_Task instructions:_
Using the entries that follow, count the lines containing the word "through" and give that number by itself.

_Saved data entries:_
________

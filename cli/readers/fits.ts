/**
 * FITS binary tables (FITS Standard 4.0, section 7.3, XTENSION = 'BINTABLE'), read as a stream.
 *
 * The reader walks the HDUs front to back, skipping the data of those it does not want, and reads
 * the chosen table a batch of rows at a time: each field is decoded straight from the big-endian
 * row bytes into a Float64Array (numbers) or an array of strings (text, logicals, 64-bit integers,
 * which a double would round). TNULLn is compared with the stored integer, then
 * physical = TZEROn + TSCALn * stored; unsigned integers arrive through TZERO as the standard
 * prescribes. Column types the linter cannot use (bits, complex, vectors, variable-length arrays)
 * are left out with a note naming them, never a failure.
 */
import { ByteQueue } from './byte-queue.js';
import { batchSizeOf, describeIoError, uniqueColumnNames } from './common.js';
import { FitsFormatError, dataBytes, padded, readHeader, type Card, type FitsHeader } from './fits-header.js';
import { Selection, skippedColumn, type ColumnProjection } from './projection.js';
import { opened, type InputSource } from './source.js';
import {
  InputError,
  type CatalogReader,
  type ColumnMeta,
  type RawBatch,
  type RawColumn,
  type ReaderOptions,
  type ReaderStats,
} from './types.js';

export interface FitsOptions extends ReaderOptions {
  /** HDU to read, 0 = primary; by default the first binary table. */
  hdu?: number;
  /** Bytes per read; tests make it tiny. */
  readChunkBytes?: number;
}

/** Bytes per element of each TFORM type code (Table 18 of FITS 4.0); X counts bits. */
const TYPE_BYTES: Readonly<Record<string, number>> = { L: 1, X: 0, B: 1, I: 2, J: 4, K: 8, A: 1, E: 4, D: 8, C: 8, M: 16, P: 8, Q: 16 };
const TYPE_WORDS: Readonly<Record<string, string>> = {
  X: 'bit array',
  C: 'single-precision complex',
  M: 'double-precision complex',
  P: 'variable-length array (32-bit descriptor)',
  Q: 'variable-length array (64-bit descriptor)',
};
const TWO_63 = 1n << 63n;

type FieldKind = 'number' | 'int64' | 'logical' | 'text';

interface Field {
  /** Index in the reader's columns (the fields it reads). */
  column: number;
  kind: FieldKind;
  code: string;
  offset: number;
  width: number;
  /** Stored value meaning "undefined" (integer types only). */
  tnull: number | null;
  tnullBig: bigint | null;
  scale: number;
  zero: number;
  /** K with TZERO = 2^63: an unsigned 64-bit integer, kept exact as text. */
  unsigned64: boolean;
}

export async function openFits(src: InputSource, options: FitsOptions = {}): Promise<CatalogReader> {
  const queue = new ByteQueue(src.bytes(options.readChunkBytes), (err, position) =>
    err instanceof InputError ? err : new InputError(`cannot read ${src.name}: ${describeIoError(err)}`, src.path, `byte ${position}`),
  );
  try {
    return await opened(new FitsReader(src, queue, options));
  } catch (err) {
    if (err instanceof FitsFormatError) throw new InputError(`${src.name}: ${err.message}`, src.path, err.position);
    throw err;
  }
}
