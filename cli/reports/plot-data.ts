import type { Batch, Finding, FindingSink } from '../../rules/engine/types.js';

/** A fixed grid over two log axes; memory does not grow with the number of stars. */
export class DensityGrid {
  readonly counts: Uint32Array;
  total = 0;
  constructor(
    readonly x0: number,
    readonly x1: number,
    readonly y0: number,
    readonly y1: number,
    readonly nx: number,
    readonly ny: number,
  ) {
    this.counts = new Uint32Array(nx * ny);
  }

  add(x: number, y: number): void {
    if (!(x >= this.x0 && x < this.x1 && y >= this.y0 && y < this.y1)) return;
    const i = Math.floor(((x - this.x0) / (this.x1 - this.x0)) * this.nx);
    const j = Math.floor(((y - this.y0) / (this.y1 - this.y0)) * this.ny);
    this.counts[j * this.nx + i]++;
    this.total++;
  }

  max(): number {
    let m = 0;
    for (const c of this.counts) if (c > m) m = c;
    return m;
  }
}

export interface FlaggedPoint {
  rule: string;
  severity: Finding['severity'];
  x: number;
  y: number;
  label: string;
}

/** Stars shown one by one: all of them for a small catalog, a capped sample beyond that. */
export const MAX_POINTS = 4000;
/** Flagged stars drawn individually on each plot; the rest are counted and the page says so. */
export const MAX_FLAGGED = 3000;

interface Pending {
  rule: string;
  severity: Finding['severity'];
  input: number;
  row: number;
  label: string;
  /** log L where the finding's suggestion puts the star, else NaN (use the catalog value). */
  suggestedLogL: number;
}

/**
 * What the HTML report plots, gathered while the catalog streams through: a density grid of
 * every star on the mass-luminosity and Hertzsprung-Russell planes, the first stars as points
 * (so a small catalog shows every star), and the flagged stars by rule. Bounded whatever the rows.
 *
 * Findings of a batch arrive while the rules run; `observe` is called after, with the batch, and
 * places them. Findings a rule makes only at the end of the input (rows held back to decide on a
 * whole column) are placed from the coordinates kept for rows a screening rule set aside.
 */
export class PlotData implements FindingSink {
  readonly ml = new DensityGrid(-1.5, 2.7, -5.5, 7.5, 140, 110);
  readonly hr = new DensityGrid(3.3, 5.0, -5.5, 7.5, 140, 110);
  readonly mlPoints: number[] = [];
  readonly hrPoints: number[] = [];
  readonly mlFlagged: FlaggedPoint[] = [];
  readonly hrFlagged: FlaggedPoint[] = [];
  flaggedNotShown = 0;
  private pending: Pending[] = [];
  /** log M, log Teff of rows whose luminosity a screening rule set aside, by input and row. */
  private readonly setAside = new Map<string, [number, number]>();

  push(f: Finding): void {
    if (f.scope !== 'row' || f.row === null) return;
    if (this.mlFlagged.length >= MAX_FLAGGED && this.hrFlagged.length >= MAX_FLAGGED) {
      this.flaggedNotShown++;
      return;
    }
    let suggestedLogL = NaN;
    const s = f.suggestion;
    if (s && s.value > 0 && (s.unit === 'solLum' || s.unit === 'log(solLum)')) suggestedLogL = s.unit === 'solLum' ? Math.log10(s.value) : s.value;
    this.pending.push({ rule: f.rule, severity: f.severity, input: f.input, row: f.row, label: `${f.id ?? `row ${f.row}`}: ${f.rule}`, suggestedLogL });
  }

  private place(p: Pending, logM: number, logT: number, logL: number): void {
    const y = Number.isFinite(p.suggestedLogL) ? p.suggestedLogL : logL;
    if (!Number.isFinite(y)) return;
    let shown = false;
    if (Number.isFinite(logM) && this.mlFlagged.length < MAX_FLAGGED) {
      this.mlFlagged.push({ rule: p.rule, severity: p.severity, x: logM, y, label: p.label });
      shown = true;
    }
    if (Number.isFinite(logT) && this.hrFlagged.length < MAX_FLAGGED) {
      this.hrFlagged.push({ rule: p.rule, severity: p.severity, x: logT, y, label: p.label });
      shown = true;
    }
    if (!shown) this.flaggedNotShown++;
  }

  /** Called with each batch after the rules have run over it. */
  observe(batch: Batch): void {
    const m = batch.quantities.mass?.value;
    const logL = batch.quantities.luminosity?.log;
    const t = batch.quantities.teff?.value;
    const lmask = batch.unusable.luminosity;
    const logM = (i: number) => (m && m[i] > 0 ? Math.log10(m[i]) : NaN);
    const logT = (i: number) => (t && t[i] > 0 ? Math.log10(t[i]) : NaN);
    for (let i = 0; i < batch.length; i++) {
      if (lmask && lmask[i]) {
        if (this.setAside.size < MAX_FLAGGED) this.setAside.set(`${batch.input}:${batch.firstRow + i}`, [logM(i), logT(i)]);
        continue;
      }
      const y = logL ? logL[i] : NaN;
      if (!Number.isFinite(y)) continue;
      const x = logM(i);
      if (Number.isFinite(x)) {
        this.ml.add(x, y);
        if (this.mlPoints.length < 2 * MAX_POINTS) this.mlPoints.push(x, y);
      }
      const xt = logT(i);
      if (Number.isFinite(xt)) {
        this.hr.add(xt, y);
        if (this.hrPoints.length < 2 * MAX_POINTS) this.hrPoints.push(xt, y);
      }
    }
    const later: Pending[] = [];
    for (const p of this.pending) {
      const i = p.row - batch.firstRow;
      if (p.input === batch.input && i >= 0 && i < batch.length) this.place(p, logM(i), logT(i), logL ? logL[i] : NaN);
      else later.push(p);
    }
    this.pending = later;
  }

  /** Places the findings made at the end of an input. */
  flush(): void {
    for (const p of this.pending) {
      const c = this.setAside.get(`${p.input}:${p.row}`);
      if (c) this.place(p, c[0], c[1], NaN);
      else this.flaggedNotShown++;
    }
    this.pending = [];
  }
}
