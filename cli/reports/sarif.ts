import { pathToFileURL } from 'node:url';
import type { Finding, FindingSink, Rule, Severity } from '../../rules/engine/types.js';
import { AtomicFile } from './atomic-file.js';
import { fingerprint, inputName } from './fingerprint.js';

export const SARIF_SCHEMA_URI = 'https://docs.oasis-open.org/sarif/sarif/v2.1.0/errata01/os/schemas/sarif-schema-2.1.0.json';
const LEVEL: Record<Severity, 'error' | 'warning' | 'note'> = { error: 'error', warning: 'warning', note: 'note' };

/** A relative path as a SARIF URI reference: forward slashes, each segment percent-encoded. */
export function uriReference(name: string): string {
  return name
    .split('/')
    .map((seg) => (seg === '..' || seg === '.' ? seg : encodeURIComponent(seg)))
    .join('/');
}

function ruleDescriptor(rule: Rule) {
  const m = rule.meta;
  return {
    id: m.id,
    name: m.id.replace(/(^|-)([a-z])/g, (_, __, c: string) => c.toUpperCase()),
    shortDescription: { text: m.title },
    fullDescription: { text: m.doc.catches },
    help: {
      text: `${m.doc.catches}\n\nWhy: ${m.doc.why}\n\nCautions: ${m.doc.cautions}\n\nReferences: ${m.references.map((r) => r.cite).join('; ')}`,
    },
    defaultConfiguration: { level: LEVEL[m.severity] },
    properties: { tags: ['stellar-catalog', m.stage] },
  };
}

/**
 * SARIF 2.1.0 for code-scanning annotations, streamed like the JSON report: one result per
 * finding, located at the input's line where the format has lines, with a fingerprint that does
 * not depend on the row number.
 */
export class SarifWriter implements FindingSink {
  private readonly file: AtomicFile;
  private readonly ruleIndex = new Map<string, number>();
  private readonly names: string[];
  private count = 0;

  constructor(path: string, tool: { name: string; version: string }, rules: readonly Rule[], inputs: readonly string[]) {
    this.file = new AtomicFile(path);
    this.names = inputs.map((p) => inputName(p));
    rules.forEach((r, i) => this.ruleIndex.set(r.meta.id, i));
    const driver = {
      name: tool.name,
      version: tool.version,
      informationUri: 'https://www.npmjs.com/package/starsieve',
      rules: rules.map(ruleDescriptor),
    };
    const head = {
      version: '2.1.0',
      $schema: SARIF_SCHEMA_URI,
      runs: [
        {
          tool: { driver },
          originalUriBaseIds: { SRCROOT: { uri: pathToFileURL(process.cwd() + '/').href } },
          columnKind: 'unicodeCodePoints',
          results: [],
        },
      ],
    };
    // Everything up to the open results array; results are streamed, then the document closed.
    const text = JSON.stringify(head);
    this.file.write(text.slice(0, text.lastIndexOf('[]')) + '[');
  }

  push(f: Finding): void {
    const name = this.names[f.input] ?? String(f.input);
    const physical: Record<string, unknown> = { artifactLocation: { uri: uriReference(name), uriBaseId: 'SRCROOT' } };
    if (f.line !== null) physical.region = { startLine: f.line };
    const result = {
      ruleId: f.rule,
      ruleIndex: this.ruleIndex.get(f.rule),
      level: LEVEL[f.severity],
      message: { text: f.suggestion ? `${f.message}. Suggestion: ${f.suggestion.text}` : f.message },
      locations: [
        {
          physicalLocation: physical,
          logicalLocations: [{ name: f.scope === 'row' ? `row ${f.row}${f.id ? ` (${f.id})` : ''}` : `column ${f.columns.join(', ')}`, kind: 'element' }],
        },
      ],
      partialFingerprints: { 'starsieveFinding/v1': fingerprint(f, name) },
      properties: { row: f.row, line: f.line, starId: f.id, columns: f.columns, values: f.values, expected: f.expected, cause: f.cause },
    };
    this.file.write((this.count++ === 0 ? '\n' : ',\n') + JSON.stringify(result));
  }

  commit(): void {
    this.file.write('\n]}]}\n');
    this.file.commit();
  }

  abort(): void {
    this.file.abort();
  }
}
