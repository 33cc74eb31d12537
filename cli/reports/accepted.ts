import { readFileSync } from 'node:fs';
import { parseDocument } from 'yaml';
import { ConfigError } from '../../rules/engine/params.js';

export const ACCEPTED_FORMAT = 'starsieve-accepted';

/** One reviewed finding that should no longer fail a run. */
export interface AcceptedEntry {
  fingerprint: string;
  rule?: string;
  input?: string;
  id?: string | null;
  row?: number | null;
  message?: string;
  reason?: string;
  acceptedBy?: string;
  acceptedAt?: string;
}

export interface AcceptedFile {
  format: typeof ACCEPTED_FORMAT;
  version: 1;
  entries: AcceptedEntry[];
}

/**
 * Where a hand-edited JSON file breaks. Node's JSON.parse does not always say, so the text is
 * parsed again as YAML (JSON is YAML), whose errors carry a line and column.
 */
function position(text: string): string {
  const err = parseDocument(text).errors[0];
  const at = err?.linePos?.[0];
  return at ? ` at line ${at.line}, column ${at.col}` : '';
}

/**
 * Reads an accepted-findings file. It is plain JSON (written by `starsieve accept`, editable by
 * hand); every problem is a ConfigError naming the file and, where JSON.parse gives one, the
 * position.
 */
export function readAccepted(path: string): AcceptedFile {
  let text: string;
  try {
    text = readFileSync(path, 'utf8');
  } catch (e) {
    throw new ConfigError(`cannot read accepted findings ${path}: ${(e as Error).message}`);
  }
  let data: unknown;
  try {
    data = JSON.parse(text);
  } catch (e) {
    throw new ConfigError(`${path}: not valid JSON${position(text)}: ${(e as Error).message}`);
  }
  const d = data as Partial<AcceptedFile>;
  if (!d || typeof d !== 'object' || d.format !== ACCEPTED_FORMAT) throw new ConfigError(`${path}: not an accepted-findings file (needs "format": "${ACCEPTED_FORMAT}")`);
  if (d.version !== 1) throw new ConfigError(`${path}: unsupported version ${String(d.version)} (this starsieve reads version 1)`);
  if (!Array.isArray(d.entries)) throw new ConfigError(`${path}: "entries" must be a list`);
  d.entries.forEach((e, i) => {
    if (!e || typeof e.fingerprint !== 'string' || !/^[0-9a-f]{32}$/.test(e.fingerprint)) {
      throw new ConfigError(`${path}: entry ${i + 1} needs a "fingerprint" of 32 hex digits (copy it from a report)`);
    }
  });
  return d as AcceptedFile;
}

/** Matches findings against the accepted entries and remembers which entries matched nothing. */
export class AcceptedSet {
  private readonly byFingerprint = new Map<string, AcceptedEntry>();
  private readonly used = new Set<string>();
  accepted = 0;

  constructor(readonly file: AcceptedFile | null) {
    for (const e of file?.entries ?? []) this.byFingerprint.set(e.fingerprint, e);
  }

  /** True when the finding was reviewed and accepted. */
  match(fp: string): boolean {
    if (!this.byFingerprint.has(fp)) return false;
    this.used.add(fp);
    this.accepted++;
    return true;
  }

  /** Entries that no longer match any finding: fixed rows, or files that moved. */
  stale(): AcceptedEntry[] {
    return [...this.byFingerprint.values()].filter((e) => !this.used.has(e.fingerprint));
  }
}
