/**
 * Column binding: which catalog column is which quantity, in which unit, and why. Trust runs from
 * the user's options, through the file's metadata (unit, UCD), a unit written in the header, to
 * the header name alone; a unit nobody declared is inferred from the sample values and said so in
 * the notes. Ambiguity is an error, never a guess. Units are settled in resolve-unit.ts and
 * infer-unit.ts, uncertainties in uncertainty-columns.ts; toBatch lives in to-batch.ts and is
 * re-exported so callers import binding and conversion from this one module.
 */
import {
  QUANTITY_INFO,
  TEXT_QUANTITIES,
  isNumericQuantity,
  type NumericQuantity,
  type Quantity,
  type TextQuantity,
} from '../../rules/engine/quantities.js';
import type { ColumnMeta, RawBatch } from '../readers/types.js';
import type { BindContext, Candidate, Chosen, Resolved } from './bind-context.js';
import { checkUnitText, optionOrigin, parseOptionRole, roleText, type OptionRole } from './bind-options.js';
import { readNumbers } from './cells.js';
import { convertValues, quantityUnit, valueSpec } from './convert.js';
import { guessName, guessNames, type NameGuess, type NameRole } from './names.js';
import { resolveUnit } from './resolve-unit.js';
import { BindingError, type Binding, type BindOptions, type ColumnBinding } from './types.js';
import { ucdInfo } from './ucd.js';
import { attachErrors } from './uncertainty-columns.js';

export { toBatch } from './to-batch.js';

// ---------------------------------------------------------------------------------------------
// Scores: an explicit option beats metadata, metadata beats any name.

const SCORE_OPTION = 1000;
const SCORE_UCD = 200;
const SCORE_UCD_MAIN = 250;

/** Quantities are settled in this order so each can lean on those before it (L on R, Teff, M). */
const VALUE_ORDER: readonly NumericQuantity[] = [
  'teff',
  'mass',
  'logg',
  'radius',
  'luminosity',
  'feh',
  'parallax',
  'distance',
  'mbol',
  'hydrogenFraction',
];

interface Ambiguity {
  quantity: Quantity;
  columns: string[];
  why: string;
}

function quantityLabel(q: Quantity): string {
  return q === 'id' ? 'star identifier' : q === 'stage' ? 'stage or class' : QUANTITY_INFO[q].label;
}
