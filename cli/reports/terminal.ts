import { Chalk, type ChalkInstance } from 'chalk';
import type { RuleReport } from '../../rules/engine/runner.js';
import type { Finding, FindingSink, Severity } from '../../rules/engine/types.js';

export interface InputSummary {
  index: number;
  path: string;
  format: string;
  records: number;
  rows: number;
  unparseableRecords: number;
  rowsWithFindings: number;
  bound: { quantity: string; column: string; unit: string }[];
  notes: string[];
}

/**
 * Catalog text as it may be shown on a terminal: control characters (an escape sequence in an id
 * could recolour or rewrite the screen) are written as visible `\xNN` escapes.
 */
export function safe(text: string): string {
  return text.replace(/[\x00-\x08\x0b-\x1f\x7f-\x9f]/g, (ch) => `\\x${ch.charCodeAt(0).toString(16).padStart(2, '0')}`).replace(/[\t\n]/g, ' ');
}

/** Keeps the first few findings of each rule for the terminal; everything else is only counted. */
export class TerminalCollector implements FindingSink {
  readonly shown = new Map<string, Finding[]>();
  readonly counts = new Map<string, Record<Severity, number>>();
  constructor(private readonly perRule: number) {}
  push(f: Finding): void {
    let c = this.counts.get(f.rule);
    if (!c) this.counts.set(f.rule, (c = { error: 0, warning: 0, note: 0 }));
    c[f.severity]++;
    let list = this.shown.get(f.rule);
    if (!list) this.shown.set(f.rule, (list = []));
    if (list.length < this.perRule) list.push(f);
  }
}

function pad(s: string, n: number): string {
  return s.length >= n ? s : s + ' '.repeat(n - s.length);
}
function lpad(s: string, n: number): string {
  return s.length >= n ? s : ' '.repeat(n - s.length) + s;
}
const num = (n: number) => n.toLocaleString('en-US');

export interface TerminalOptions {
  color: boolean;
  failOn: Severity | 'never';
  failed: boolean;
}

/** The human summary: inputs, a table by rule, the first findings of each rule, the verdict. */
export function renderTerminal(
  inputs: InputSummary[],
  rules: { id: string; reports: RuleReport[] }[],
  collector: TerminalCollector,
  opts: TerminalOptions,
): string {
  const c: ChalkInstance = new Chalk({ level: opts.color ? 1 : 0 });
  const sev = (s: Severity, text: string) => (s === 'error' ? c.red(text) : s === 'warning' ? c.yellow(text) : c.cyan(text));
  const lines: string[] = [];
  for (const inp of inputs) {
    lines.push(
      c.bold(safe(inp.path)) +
        `  ${inp.format}, ${num(inp.rows)} rows` +
        (inp.unparseableRecords ? c.yellow(`, ${num(inp.unparseableRecords)} records not parseable`) : '') +
        `, ${num(inp.rowsWithFindings)} with findings`,
    );
    if (inp.bound.length) lines.push(c.dim('  bound: ' + safe(inp.bound.map((b) => `${b.quantity}=${b.column} [${b.unit || '-'}]`).join(', '))));
    for (const n of inp.notes) lines.push(c.dim('  note: ' + safe(n)));
  }
  lines.push('');
  const w = Math.max(24, ...rules.map((r) => r.id.length + 2));
  lines.push(c.bold(pad('rule', w) + lpad('checked', 10) + lpad('skipped', 10) + lpad('error', 8) + lpad('warning', 9) + lpad('note', 7)));
  for (const r of rules) {
    const checked = r.reports.reduce((a, x) => a + x.checked, 0);
    const skipped = r.reports.reduce((a, x) => a + Object.values(x.skipped).reduce((p, q) => p + q, 0), 0);
    const cnt = collector.counts.get(r.id) ?? { error: 0, warning: 0, note: 0 };
    const ran = r.reports.some((x) => x.status === 'ran');
    const cell = (s: Severity, width: number) => (cnt[s] ? sev(s, lpad(num(cnt[s]), width)) : c.dim(lpad('0', width)));
    lines.push(pad(r.id, w) + lpad(num(checked), 10) + lpad(num(skipped), 10) + cell('error', 8) + cell('warning', 9) + cell('note', 7) + (ran ? '' : c.dim('  not run: ' + (r.reports[0]?.reason ?? ''))));
    for (const rep of r.reports) {
      const d = rep.details as { expectedByChance?: number; observed?: number };
      if (typeof d.expectedByChance === 'number') {
        lines.push(c.dim(`${' '.repeat(2)}chance alone predicts ${d.expectedByChance.toFixed(1)} exceedances among the stars judged; ${d.observed} seen`));
      }
    }
  }
  for (const r of rules) {
    const shown = collector.shown.get(r.id);
    if (!shown?.length) continue;
    const cnt = collector.counts.get(r.id)!;
    const total = cnt.error + cnt.warning + cnt.note;
    lines.push('');
    lines.push(c.bold(r.id) + c.dim(`  (${total} finding${total === 1 ? '' : 's'})`));
    for (const f of shown) {
      const where =
        f.scope === 'column'
          ? `${safe(inputs[f.input]?.path ?? '')} column`
          : f.row === null
            ? `line ${f.line ?? '?'} (no row)`
            : `row ${f.row}` + (f.line !== null ? ` (line ${f.line})` : '') + (f.id ? ` ${safe(f.id)}` : '');
      lines.push(`  ${sev(f.severity, pad(f.severity, 7))} ${c.bold(where)}: ${safe(f.message)}`);
      if (f.suggestion) lines.push(c.dim(`          suggestion: ${safe(f.suggestion.text)}`));
    }
    if (total > shown.length) lines.push(c.dim(`  ... ${num(total - shown.length)} more in the report`));
  }
  const totals = { error: 0, warning: 0, note: 0 };
  for (const cnt of collector.counts.values()) for (const s of ['error', 'warning', 'note'] as const) totals[s] += cnt[s];
  lines.push('');
  const verdict = opts.failed ? c.red.bold('FAIL') : c.green.bold('PASS');
  const level = opts.failOn === 'never' ? 'never fails on findings' : `fails on ${opts.failOn} and above`;
  lines.push(`${verdict}  ${sev('error', `${num(totals.error)} error`)}, ${sev('warning', `${num(totals.warning)} warning`)}, ${sev('note', `${num(totals.note)} note`)} (${level})`);
  return lines.join('\n') + '\n';
}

________

_Finished task:_
3